UDP, by design, is a connection-less protocol that does not validate source IP addresses. Unless the application-layer protocol uses countermeasures such as session initiation in VOIP (voice over IP), it is very easy to forge the IP packet datagram to include an arbitrary source IP address [1]. When many UDP packets have their source IP address forged to the victim IP address, the destination server (or amplifier) responds to the victim (instead of the attacker), creating a reflected Denial of Service (DoS) Attack.
Recently, certain UDP protocols have been found to have particular responses to certain commands that are much larger than the initial request. Previously, attackers were limited linearly by the number of packets directly sent to the target to conduct a DoS attack; now a single packet can generate tens or hundreds of times the bandwidth in its response. This is called an amplification attack, and when combined with a reflective DoS attack on a large scale using multiple amplifiers and targeting a single victim, DDoS attacks can be conducted with relative ease.
To measure the potential effect of an amplification attack, a metric called the bandwidth amplification factor (BAF) is used. BAF can be calculated as the number of UDP payload bytes that an amplifier sends to answer a request, compared to the number of UDP payload bytes of the request [2] [3].
The list of known protocols—and their associated bandwidth amplification factors—are listed below. US-CERT offers thanks to Christian Rossow for providing this information. For more information on bandwidth amplification factors, please see Christian's blog and associated research paper.

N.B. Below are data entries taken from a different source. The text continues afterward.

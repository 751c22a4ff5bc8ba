"""Non-deviative ionospheric absorption of a sky-wave hop (George & Bradley).

References
----------
.. [1] P. A. Bradley and J. R. George, "New HF propagation-prediction procedures", and
   J. R. George and P. A. Bradley, "A new method of predicting the ionospheric absorption of high
   frequency waves at oblique incidence", Telecommunication Journal 41(5), 307-311, 1974; the same
   absorption law is used by CCIR Report 252-2 (1970 supplement) and early editions of ITU-R P.533.
   Constants from memory; check against the paper before tightening tolerances.
.. [2] ITU-R P.533-14 (2019), §5.3: absorption reckoned at 110 km; night-time floor of the
   diurnal factor, F(chi) = max(cos^p(0.881 chi), 0.02) (from memory).
"""

from __future__ import annotations

import numpy as np

from fieldkit.sky.path_geometry import ABSORPTION_HEIGHT_KM, incidence_deg

GB_NUMERATOR_DB = 677.2  # dB MHz^1.98; George & Bradley (1974)
GB_FREQUENCY_EXPONENT = 1.98  # George & Bradley (1974)
GB_DENOMINATOR_OFFSET = 10.2  # MHz^1.98; George & Bradley (1974)
GB_SUNSPOT_COEFFICIENT = 0.0037  # per unit of R12; George & Bradley (1974)
GB_ZENITH_FACTOR = 0.881  # cos(0.881 chi) vanishes at chi = 102 deg; George & Bradley (1974)
GB_ZENITH_EXPONENT = 1.3  # diurnal exponent p; George & Bradley (1974)
NIGHT_FLOOR = 0.02  # minimum of the diurnal factor; ITU-R P.533 §5.3 (from memory)


def absorption_index(*, solar_zenith_deg, sunspot_number):
    """Absorption index ``I = (1 + 0.0037 R12) max(cos^1.3(0.881 chi), 0.02)`` (dimensionless).

    Parameters
    ----------
    solar_zenith_deg : float or array_like
        Solar zenith angle at the control point [deg].
    sunspot_number : float
        12-month smoothed sunspot number R12 (dimensionless).
    """
    chi = np.radians(np.asarray(solar_zenith_deg, dtype=float))
    diurnal = np.clip(np.cos(GB_ZENITH_FACTOR * chi), 0.0, None) ** GB_ZENITH_EXPONENT
    diurnal = np.maximum(diurnal, NIGHT_FLOOR)
    return (1.0 + GB_SUNSPOT_COEFFICIENT * max(sunspot_number, 0.0)) * diurnal


def absorption_db(
    *, frequency_mhz, gyro_frequency_mhz, ground_range_km, solar_zenith_deg, sunspot_number
):
    """Absorption loss of one hop [dB] by the George & Bradley law.

    ``L = 677.2 I sec(i) / ((f + fH)^1.98 + 10.2)`` with the incidence angle ``i`` at 110 km.

    Parameters
    ----------
    frequency_mhz : float or array_like
        Operating frequency [MHz].
    gyro_frequency_mhz : float
        Electron gyrofrequency near 100 km at the control point [MHz].
    ground_range_km : float or array_like
        Ground range of the hop [km] (sets the incidence angle at 110 km).
    solar_zenith_deg : float or array_like
        Solar zenith angle at the control point [deg].
    sunspot_number : float
        R12 (dimensionless).

    Returns
    -------
    ndarray
        Absorption [dB], broadcast over the inputs.

    Notes
    -----
    The control point of a 0–600 km path is within 300 km of the station, so the station's solar
    zenith angle is used for every distance. Deviative absorption near the reflection level (large
    close to foF2 and foE) is not included.

    References
    ----------
    George & Bradley (1974) [1]_; ITU-R P.533-14 §5.3 [2]_.
    """
    f = np.asarray(frequency_mhz, dtype=float)
    sec_i = 1.0 / np.cos(
        np.radians(incidence_deg(ground_range_km=ground_range_km, height_km=ABSORPTION_HEIGHT_KM))
    )
    index = absorption_index(solar_zenith_deg=solar_zenith_deg, sunspot_number=sunspot_number)
    denom = (f + gyro_frequency_mhz) ** GB_FREQUENCY_EXPONENT + GB_DENOMINATOR_OFFSET
    return GB_NUMERATOR_DB * index * sec_i / denom
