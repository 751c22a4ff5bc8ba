"""Apply an observed ionospheric reading (a sounding) to the monthly-median sky estimate.

The reading replaces the estimate at its hour; at neighbouring hours the estimate is pulled toward
it with a weight that falls linearly to zero :data:`SOUNDING_SPAN_H` hours away: foF2 and MUF(3000)
by the observed/modelled ratio, heights by the observed–modelled difference. A reading given without
its hour (the contract allows it) is taken to hold for the whole day, and the output says so.
"""

from __future__ import annotations

from dataclasses import dataclass

import numpy as np

from fieldkit.sky.iri import SkyEstimate

# fieldkit choice: departures of foF2 from the monthly median stay correlated for a few hours
# (day-to-day variability, Davies, Ionospheric Radio, 1990, ch. 5); beyond that the median is kept.
SOUNDING_SPAN_H = 3.0


@dataclass(frozen=True)
class Sounding:
    """An observed reading at one hour.

    Attributes
    ----------
    hour_utc : float or None
        Time of the reading, hours after 00:00 UTC [h]; None: the reading holds for all hours.
    fof2_mhz : float
        Observed F2 critical frequency [MHz].
    virtual_height_km : float
        Observed virtual height h'F [km]; used as the mirror reflection height.
    hmf2_km : float or None
        Observed height of the F2 peak [km].
    muf3000_mhz : float or None
        Observed MUF(3000)F2 [MHz].
    """

    hour_utc: float | None
    fof2_mhz: float
    virtual_height_km: float
    hmf2_km: float | None = None
    muf3000_mhz: float | None = None


@dataclass(frozen=True)
class Sky:
    """The sky used for the channel day: estimate with any sounding applied.

    ``source`` per hour is "observed" (the reading's hour), "blended" (pulled toward the reading) or
    "modelled" (the monthly median).
    """

    hours_utc: np.ndarray
    fof2_mhz: np.ndarray
    hmf2_km: np.ndarray
    reflection_height_km: np.ndarray
    muf3000_mhz: np.ndarray
    source: tuple[str, ...]
    gyro_frequency_mhz: float


def _weights(hours_utc: np.ndarray, hour: float | None) -> np.ndarray:
    if hour is None:
        return np.ones_like(hours_utc)
    gap = np.abs(hours_utc - hour) % 24.0
    gap = np.minimum(gap, 24.0 - gap)
    return np.clip(1.0 - gap / SOUNDING_SPAN_H, 0.0, 1.0)


def apply_sounding(estimate: SkyEstimate, sounding: Sounding | None) -> Sky:
    """Merge a sounding into the estimate (or pass the estimate through when there is none).

    Parameters
    ----------
    estimate : SkyEstimate
        Monthly-median estimate from :func:`fieldkit.sky.iri.sky_estimate`.
    sounding : Sounding or None
        Observed reading.

    Returns
    -------
    Sky
    """
    hours = np.asarray(estimate.hours_utc, dtype=float)
    fof2 = np.array(estimate.fof2_mhz, dtype=float)
    hmf2 = np.array(estimate.hmf2_km, dtype=float)
    height = np.array(estimate.reflection_height_km, dtype=float)
    muf3000 = np.array(estimate.fof2_mhz * estimate.m3000, dtype=float)
    source = ["modelled"] * len(hours)
    if sounding is not None:
        w = _weights(hours, sounding.hour_utc)

        def at(values):  # the modelled value at the reading's hour (each hour's own when none)
            if sounding.hour_utc is None:
                return values
            return np.interp(
                sounding.hour_utc, np.append(hours, 24.0), np.append(values, values[0])
            )

        fof2 = fof2 * (1.0 + w * (sounding.fof2_mhz / at(fof2) - 1.0))
        height = height + w * (sounding.virtual_height_km - at(height))
        if sounding.hmf2_km is not None:
            hmf2 = hmf2 + w * (sounding.hmf2_km - at(hmf2))
        if sounding.muf3000_mhz is not None:
            muf3000 = muf3000 * (1.0 + w * (sounding.muf3000_mhz / at(muf3000) - 1.0))
        source = ["observed" if wi >= 1.0 else "blended" if wi > 0 else "modelled" for wi in w]
    return Sky(
        hours_utc=hours,
        fof2_mhz=fof2,
        hmf2_km=hmf2,
        reflection_height_km=height,
        muf3000_mhz=muf3000,
        source=tuple(source),
        gyro_frequency_mhz=estimate.gyro_frequency_mhz,
    )
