def schedule_fit(ctx: SkyContext, gains: Mapping[float, ElevationGain]) -> dict[str, Any]:
    """The schedule's table and recommendation with the given antenna gain per channel [MHz] (and,
    at hours no channel works, what would); the channels without a gain use the spec's antenna or
    the default dipole."""
    gains = dict(gains)
    missing = [f for f in ctx.spec.channels_mhz if f not in gains]
    if missing:
        found = elevation_gains(
            frequencies_mhz=missing, antenna=ctx.spec.antenna, ground=ctx.spec.ground
        )
        gains.update(zip(missing, found, strict=True))
    per_channel = [(f, ctx.reach(f, gains[f])) for f in ctx.spec.channels_mhz]
    return _schedule(ctx, per_channel, gains)


def schedule_row(
    ctx: SkyContext, frequency_mhz: float, gain: ElevationGain
) -> dict[str, Any] | None:
    """One channel's row of the schedule table with this antenna gain (None without a window)."""
    sched = ctx.spec.schedule
    idx = schedule_hours(sched, ctx.sky.hours_utc) if sched is not None else []
    if not idx:
        return None
    return table_row(sched, frequency_mhz, ctx.reach(frequency_mhz, gain), idx)


def _ceiling(ctx: SkyContext) -> tuple[float, int]:
    f, hour = nvis_ceiling(ctx)
    return round(f, 2), hour


def sky_json(spec: dict, *, gains: Mapping[float, ElevationGain] | None = None) -> dict:
    """The `fieldkit sky` calculation: JSON input in, JSON output out.

    Parameters
    ----------
    spec : dict
        The sky input of ARCHITECTURE.md: ``site`` (``lat_deg``, ``lon_deg``, optional
        ``utc_offset_h`` and ``ground``), ``date`` (UTC day, YYYY-MM-DD), ``solar`` (``f107`` [sfu]
        or ``sunspot_number``), ``channels_mhz``, optional ``sounding`` (``fof2_mhz``,
        ``virtual_height_km``, optional ``hour_utc``, ``hmf2_km``, ``muf3000_mhz``), ``antenna`` (a model spec),
        ``power_w`` [W], ``mode`` ("ssb", "cw", "am", "data"), ``bandwidth_hz``,
        ``required_snr_db``, ``noise_environment`` ("quiet-rural", "rural", "residential",
        "business") and ``schedule`` (``start_utc``, ``end_utc`` as HH:MM, optional
        ``distances_km``).

    Returns
    -------
    dict
        ``hours_utc``, ``fof2_mhz``, ``hmf2_km`` per hour, ``sunrise_utc``, ``sunset_utc``,
        ``channels`` with ``by_hour`` rows (``skip_km``, ``max_range_km``, ``verdict``, ``snr_db`` on
        ``distances_km``), ``best_by_hour``, ``schedule`` and the notice that it is a monthly median.

    Raises
    ------
    fieldkit.errors.InputError
        For any bad input, naming the field.
    """
    return channel_day(parse_sky_spec(spec), gains=gains)
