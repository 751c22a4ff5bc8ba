"""The compact IRI tables: what PyIRI reads from its coefficient files, kept in one binary file.

The sky estimate needs the CCIR foF2 and M(3000)F2 coefficient maps of the twelve months and the
IGRF-13 coefficients. PyIRI ships them as Fortran-formatted text and parses two months on every
call, and importing PyIRI costs about 0.6 s (its package imports matplotlib and scipy). So the
first use reads all twelve months once through PyIRI's own reader
(``PyIRI.main_library.read_ccir_ursi_coeff``; the IGRF file as PyIRI's ``inclination`` reads it)
and writes them, unchanged to the bit (PyIRI holds them as Python floats), as one ~0.3 MB ``.npy`` file in the user cache directory
(:func:`fieldkit.paths.cache_dir`, overridden by ``FIELDKIT_CACHE_DIR``). Every later process loads
that in about a millisecond with numpy alone, and :mod:`fieldkit.sky.iri_maps` evaluates the maps.

The file name carries a checksum of the source files' paths, sizes and modification times and of
this format, so another PyIRI installation builds its own table; a damaged file is rebuilt.
"""

from __future__ import annotations

import importlib.util
import threading
import zlib
from dataclasses import dataclass
from pathlib import Path

import numpy as np

from fieldkit import disk_cache, paths

FORMAT = "iri-tables-1"  # change when the layout below changes
MONTHS = 12
FOF2_SHAPE = (13, 76, 2)  # diurnal terms × geographic functions × solar levels (CCIR)
M3000_SHAPE = (9, 49, 2)
IGRF_SHAPE = (195, 26)  # Gauss coefficients to degree 13 × epochs 1900-2025
IGRF_HEADER_LINES = 5  # as PyIRI's igrf_library.inclination skips them
DTYPE = np.dtype(
    [
        ("fof2", "<f8", (MONTHS, *FOF2_SHAPE)),
        ("m3000", "<f8", (MONTHS, *M3000_SHAPE)),
        ("igrf", "<f8", IGRF_SHAPE),
    ]
)


@dataclass(frozen=True)
class IriTables:
    """CCIR maps per month (index month − 1) and the IGRF-13 coefficients."""

    fof2: tuple[np.ndarray, ...]  # 12 × (13, 76, 2)
    m3000: tuple[np.ndarray, ...]  # 12 × (9, 49, 2)
    igrf: np.ndarray  # (195, 26) [nT]


_lock = threading.Lock()
_tables: IriTables | None = None


def pyiri_coefficient_dir() -> Path:
    """PyIRI's shipped ``coefficients`` directory, found without importing PyIRI."""
    spec = importlib.util.find_spec("PyIRI")
    if spec is None or not spec.submodule_search_locations:
        raise RuntimeError(
            "PyIRI is not installed; it is a dependency of fieldkit (pyproject.toml)"
        )
    return Path(next(iter(spec.submodule_search_locations))) / "coefficients"


def _sources(coeff_dir: Path) -> list[Path]:
    ccir = [coeff_dir / "CCIR" / f"ccir{m + 10}.asc" for m in range(1, MONTHS + 1)]
    return [*ccir, coeff_dir / "IGRF" / "IGRF13.shc"]


def table_path(coeff_dir: Path | None = None) -> Path:
    """Where the table of this PyIRI installation lives (the name depends on its source files)."""
    coeff_dir = coeff_dir or pyiri_coefficient_dir()
    stamp = FORMAT
    for f in _sources(coeff_dir):
        st = f.stat()
        stamp += f"|{f}:{st.st_size}:{st.st_mtime_ns}"
    return paths.cache_dir() / f"iri-tables-{zlib.crc32(stamp.encode()):08x}.npy"


def read_with_pyiri(coeff_dir: Path | None = None) -> np.ndarray:
    """Read every table through PyIRI (slow: imports PyIRI and parses 13 text files), one record."""
    import PyIRI.main_library as ml

    coeff_dir = coeff_dir or pyiri_coefficient_dir()
    rec = np.zeros((), dtype=DTYPE)
    for m in range(1, MONTHS + 1):
        fof2_ccir, _ursi, m3000, _es = ml.read_ccir_ursi_coeff(m, str(coeff_dir))
        rec["fof2"][m - 1] = fof2_ccir
        rec["m3000"][m - 1] = m3000
    with open(coeff_dir / "IGRF" / "IGRF13.shc") as fh:
        rec["igrf"] = np.genfromtxt(fh, delimiter="", skip_header=IGRF_HEADER_LINES)[:, 2:]
    return rec


def _read(path: Path) -> np.ndarray | None:
    rec = disk_cache.read_array(path)
    return rec if rec is not None and rec.dtype == DTYPE and rec.shape == () else None


def _unpack(rec: np.ndarray) -> IriTables:
    def months(name: str) -> tuple[np.ndarray, ...]:
        out = tuple(np.array(a) for a in rec[name])
        for a in out:
            a.setflags(write=False)
        return out

    igrf = np.array(rec["igrf"])
    igrf.setflags(write=False)
    return IriTables(fof2=months("fof2"), m3000=months("m3000"), igrf=igrf)


def load() -> IriTables:
    """The tables: from the cache file, or read through PyIRI and cached on first use."""
    global _tables
    with _lock:
        if _tables is None:
            path = table_path()
            rec = _read(path) if path.exists() else None
            if rec is None:
                rec = read_with_pyiri()
                disk_cache.write_array(path, rec)
            _tables = _unpack(rec)
        return _tables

Protocol | Bandwidth Amplification Factor | Vulnerable Command |
DNS |
28 to 54 |
see: TA13-088A [4] |
NTP |
556.9 |
see: TA14-013A [5] |
SNMPv2 |
6.3 |
GetBulk request |
NetBIOS |
3.8 |
Name resolution |
SSDP |
30.8 |
SEARCH request |
CharGEN |
358.8 |
Character generation request |
QOTD |
140.3 |
Quote request |
BitTorrent |
3.8 |
File search |
Kad |
16.3 |
Peer list exchange |
Quake Network Protocol |
63.9 |
Server info exchange |
Steam Protocol |
5.5 |
Server info exchange |
Multicast DNS (mDNS) |
2 to 10 |
Unicast query |
RIPv1 |
131.24 |
Malformed request |
Portmap (RPCbind) |
7 to 28 |
Malformed request |
In March 2015, Software Engineering Institute CERT issued Vulnerability Note (VU#550620) describing the use of mDNS in DRDoS attacks. Attackers can leverage mDNS by sending more information than can be handled by the device, thereby causing a DoS. [6]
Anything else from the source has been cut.